Dataset items
__________

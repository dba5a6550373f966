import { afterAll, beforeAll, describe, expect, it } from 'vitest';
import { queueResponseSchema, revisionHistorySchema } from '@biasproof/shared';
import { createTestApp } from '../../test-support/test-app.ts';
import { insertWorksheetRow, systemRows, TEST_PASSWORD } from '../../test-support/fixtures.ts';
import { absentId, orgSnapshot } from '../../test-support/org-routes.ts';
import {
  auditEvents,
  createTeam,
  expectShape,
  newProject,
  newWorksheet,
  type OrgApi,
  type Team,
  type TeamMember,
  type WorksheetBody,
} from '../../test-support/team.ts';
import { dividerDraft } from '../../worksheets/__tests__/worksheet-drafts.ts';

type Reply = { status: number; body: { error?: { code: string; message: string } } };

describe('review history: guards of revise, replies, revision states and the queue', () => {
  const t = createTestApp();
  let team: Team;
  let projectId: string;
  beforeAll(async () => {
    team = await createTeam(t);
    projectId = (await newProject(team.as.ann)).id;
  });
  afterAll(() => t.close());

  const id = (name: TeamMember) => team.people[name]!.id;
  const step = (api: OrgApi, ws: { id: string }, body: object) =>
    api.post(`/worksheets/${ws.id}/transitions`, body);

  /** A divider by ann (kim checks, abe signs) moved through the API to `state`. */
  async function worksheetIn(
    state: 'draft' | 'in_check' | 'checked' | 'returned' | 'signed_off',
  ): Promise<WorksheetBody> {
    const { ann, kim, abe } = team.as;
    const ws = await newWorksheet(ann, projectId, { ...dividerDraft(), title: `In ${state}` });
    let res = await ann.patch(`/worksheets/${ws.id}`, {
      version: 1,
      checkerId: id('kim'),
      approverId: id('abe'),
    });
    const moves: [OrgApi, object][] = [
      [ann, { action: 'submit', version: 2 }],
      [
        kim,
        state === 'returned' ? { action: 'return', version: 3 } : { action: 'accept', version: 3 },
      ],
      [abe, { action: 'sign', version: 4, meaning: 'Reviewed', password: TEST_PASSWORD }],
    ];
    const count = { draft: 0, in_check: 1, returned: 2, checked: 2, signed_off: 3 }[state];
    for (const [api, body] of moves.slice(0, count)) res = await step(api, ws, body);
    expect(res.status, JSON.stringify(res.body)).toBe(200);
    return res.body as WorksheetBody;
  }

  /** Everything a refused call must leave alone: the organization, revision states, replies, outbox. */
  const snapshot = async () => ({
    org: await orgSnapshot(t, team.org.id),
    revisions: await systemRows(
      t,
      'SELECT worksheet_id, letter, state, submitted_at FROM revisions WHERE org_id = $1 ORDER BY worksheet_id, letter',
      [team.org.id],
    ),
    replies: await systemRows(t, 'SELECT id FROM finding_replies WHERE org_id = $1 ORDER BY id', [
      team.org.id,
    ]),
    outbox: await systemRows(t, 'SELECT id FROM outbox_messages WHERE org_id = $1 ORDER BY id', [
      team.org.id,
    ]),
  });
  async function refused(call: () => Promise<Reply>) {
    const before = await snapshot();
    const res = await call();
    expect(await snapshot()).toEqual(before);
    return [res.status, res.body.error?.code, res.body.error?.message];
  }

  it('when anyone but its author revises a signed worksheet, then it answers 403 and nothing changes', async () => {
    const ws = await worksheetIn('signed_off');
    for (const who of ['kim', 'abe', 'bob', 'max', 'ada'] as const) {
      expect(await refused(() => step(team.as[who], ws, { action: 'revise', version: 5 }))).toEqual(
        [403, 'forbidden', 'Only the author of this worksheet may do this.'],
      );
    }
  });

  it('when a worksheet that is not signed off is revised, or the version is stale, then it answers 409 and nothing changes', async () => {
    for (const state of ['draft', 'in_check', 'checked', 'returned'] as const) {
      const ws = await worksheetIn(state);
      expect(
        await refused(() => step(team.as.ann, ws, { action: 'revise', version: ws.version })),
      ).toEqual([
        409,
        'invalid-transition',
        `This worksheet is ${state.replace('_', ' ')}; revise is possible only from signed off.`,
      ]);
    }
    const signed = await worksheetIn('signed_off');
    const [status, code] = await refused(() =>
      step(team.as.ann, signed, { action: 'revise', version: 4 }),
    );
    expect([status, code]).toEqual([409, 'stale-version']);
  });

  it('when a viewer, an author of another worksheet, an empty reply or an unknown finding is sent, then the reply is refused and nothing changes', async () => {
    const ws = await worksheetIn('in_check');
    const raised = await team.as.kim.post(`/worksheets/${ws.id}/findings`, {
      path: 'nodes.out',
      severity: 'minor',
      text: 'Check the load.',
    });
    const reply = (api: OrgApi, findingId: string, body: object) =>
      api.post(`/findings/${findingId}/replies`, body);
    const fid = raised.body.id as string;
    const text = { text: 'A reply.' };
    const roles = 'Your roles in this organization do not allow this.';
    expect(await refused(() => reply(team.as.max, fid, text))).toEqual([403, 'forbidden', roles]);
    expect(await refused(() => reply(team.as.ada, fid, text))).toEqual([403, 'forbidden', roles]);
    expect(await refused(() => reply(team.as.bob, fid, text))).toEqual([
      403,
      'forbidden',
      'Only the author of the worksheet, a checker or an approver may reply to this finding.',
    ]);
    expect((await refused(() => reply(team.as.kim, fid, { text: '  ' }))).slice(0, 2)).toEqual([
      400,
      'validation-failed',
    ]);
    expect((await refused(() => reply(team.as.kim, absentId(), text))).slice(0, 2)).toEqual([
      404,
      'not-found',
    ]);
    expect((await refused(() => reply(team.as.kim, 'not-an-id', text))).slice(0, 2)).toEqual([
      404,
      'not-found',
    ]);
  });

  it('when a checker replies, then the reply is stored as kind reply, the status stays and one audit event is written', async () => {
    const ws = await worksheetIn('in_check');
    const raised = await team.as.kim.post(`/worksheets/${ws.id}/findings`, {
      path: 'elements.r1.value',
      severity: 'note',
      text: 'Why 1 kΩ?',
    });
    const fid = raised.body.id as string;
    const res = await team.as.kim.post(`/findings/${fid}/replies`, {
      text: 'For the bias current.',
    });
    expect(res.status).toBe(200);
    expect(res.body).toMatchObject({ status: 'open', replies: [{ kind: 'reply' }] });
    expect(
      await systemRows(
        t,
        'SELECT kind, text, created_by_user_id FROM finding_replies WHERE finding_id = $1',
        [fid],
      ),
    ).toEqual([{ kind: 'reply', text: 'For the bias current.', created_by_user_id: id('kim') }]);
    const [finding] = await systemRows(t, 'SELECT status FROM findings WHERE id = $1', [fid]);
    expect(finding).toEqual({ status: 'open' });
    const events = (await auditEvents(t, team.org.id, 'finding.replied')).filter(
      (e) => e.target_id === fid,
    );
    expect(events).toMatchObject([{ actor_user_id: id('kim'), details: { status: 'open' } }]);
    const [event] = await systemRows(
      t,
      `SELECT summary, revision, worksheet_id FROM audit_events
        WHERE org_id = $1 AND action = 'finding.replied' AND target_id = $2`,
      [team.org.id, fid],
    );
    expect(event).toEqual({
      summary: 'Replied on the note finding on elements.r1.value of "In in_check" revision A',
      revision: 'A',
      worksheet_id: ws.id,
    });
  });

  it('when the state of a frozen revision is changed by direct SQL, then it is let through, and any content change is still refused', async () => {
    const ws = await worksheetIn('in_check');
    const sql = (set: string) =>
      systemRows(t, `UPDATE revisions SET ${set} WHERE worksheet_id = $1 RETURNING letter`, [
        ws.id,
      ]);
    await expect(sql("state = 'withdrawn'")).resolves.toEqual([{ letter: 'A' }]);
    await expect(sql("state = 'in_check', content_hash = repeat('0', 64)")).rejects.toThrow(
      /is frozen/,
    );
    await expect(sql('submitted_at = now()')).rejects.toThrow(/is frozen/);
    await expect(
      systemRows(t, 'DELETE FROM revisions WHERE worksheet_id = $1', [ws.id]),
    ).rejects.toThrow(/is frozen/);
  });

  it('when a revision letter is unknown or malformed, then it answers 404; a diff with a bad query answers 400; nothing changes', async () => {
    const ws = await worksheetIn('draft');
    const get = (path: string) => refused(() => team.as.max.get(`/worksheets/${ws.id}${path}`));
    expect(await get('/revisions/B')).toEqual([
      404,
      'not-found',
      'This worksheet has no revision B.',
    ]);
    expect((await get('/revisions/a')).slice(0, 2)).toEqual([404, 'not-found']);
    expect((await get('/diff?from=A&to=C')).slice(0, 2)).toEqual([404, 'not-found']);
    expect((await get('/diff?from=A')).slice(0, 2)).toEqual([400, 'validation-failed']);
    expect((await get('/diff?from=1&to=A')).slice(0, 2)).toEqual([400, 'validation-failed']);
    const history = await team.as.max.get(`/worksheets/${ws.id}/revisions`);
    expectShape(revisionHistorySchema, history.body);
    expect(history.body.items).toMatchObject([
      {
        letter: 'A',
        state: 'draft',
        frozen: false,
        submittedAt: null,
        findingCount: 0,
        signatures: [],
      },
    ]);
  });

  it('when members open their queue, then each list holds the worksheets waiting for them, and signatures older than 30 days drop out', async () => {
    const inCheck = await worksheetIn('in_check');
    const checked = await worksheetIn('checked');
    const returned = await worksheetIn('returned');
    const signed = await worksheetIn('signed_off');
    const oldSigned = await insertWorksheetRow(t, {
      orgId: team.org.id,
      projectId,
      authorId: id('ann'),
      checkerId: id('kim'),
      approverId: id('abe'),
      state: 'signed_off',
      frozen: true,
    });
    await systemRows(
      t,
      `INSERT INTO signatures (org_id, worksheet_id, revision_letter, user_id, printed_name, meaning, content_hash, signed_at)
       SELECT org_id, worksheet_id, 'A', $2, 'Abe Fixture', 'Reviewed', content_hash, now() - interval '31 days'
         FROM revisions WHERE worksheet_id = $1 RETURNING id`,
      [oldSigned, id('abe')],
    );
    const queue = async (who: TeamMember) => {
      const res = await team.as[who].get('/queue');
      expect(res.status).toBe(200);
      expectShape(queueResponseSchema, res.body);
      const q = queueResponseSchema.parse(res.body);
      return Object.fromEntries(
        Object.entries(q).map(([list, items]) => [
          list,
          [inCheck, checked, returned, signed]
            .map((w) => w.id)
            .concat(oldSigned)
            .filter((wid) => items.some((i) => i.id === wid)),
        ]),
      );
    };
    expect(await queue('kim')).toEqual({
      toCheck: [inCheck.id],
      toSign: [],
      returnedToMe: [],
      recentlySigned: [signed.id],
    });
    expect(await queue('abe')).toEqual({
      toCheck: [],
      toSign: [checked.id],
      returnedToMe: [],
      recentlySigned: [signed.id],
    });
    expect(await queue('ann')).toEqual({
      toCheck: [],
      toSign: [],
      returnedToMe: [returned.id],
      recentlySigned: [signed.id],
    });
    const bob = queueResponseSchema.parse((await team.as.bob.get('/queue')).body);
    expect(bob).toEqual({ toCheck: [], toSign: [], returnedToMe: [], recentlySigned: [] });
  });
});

__________

# WHAT YOU HAVE TO DO
Scan the records above and report every line with the string "insertWorksheetRow".

# EXERCISE OUTPUT
import { insertWorksheetRow, systemRows, TEST_PASSWORD } from '../../test-support/fixtures.ts';
    const oldSigned = await insertWorksheetRow(t, {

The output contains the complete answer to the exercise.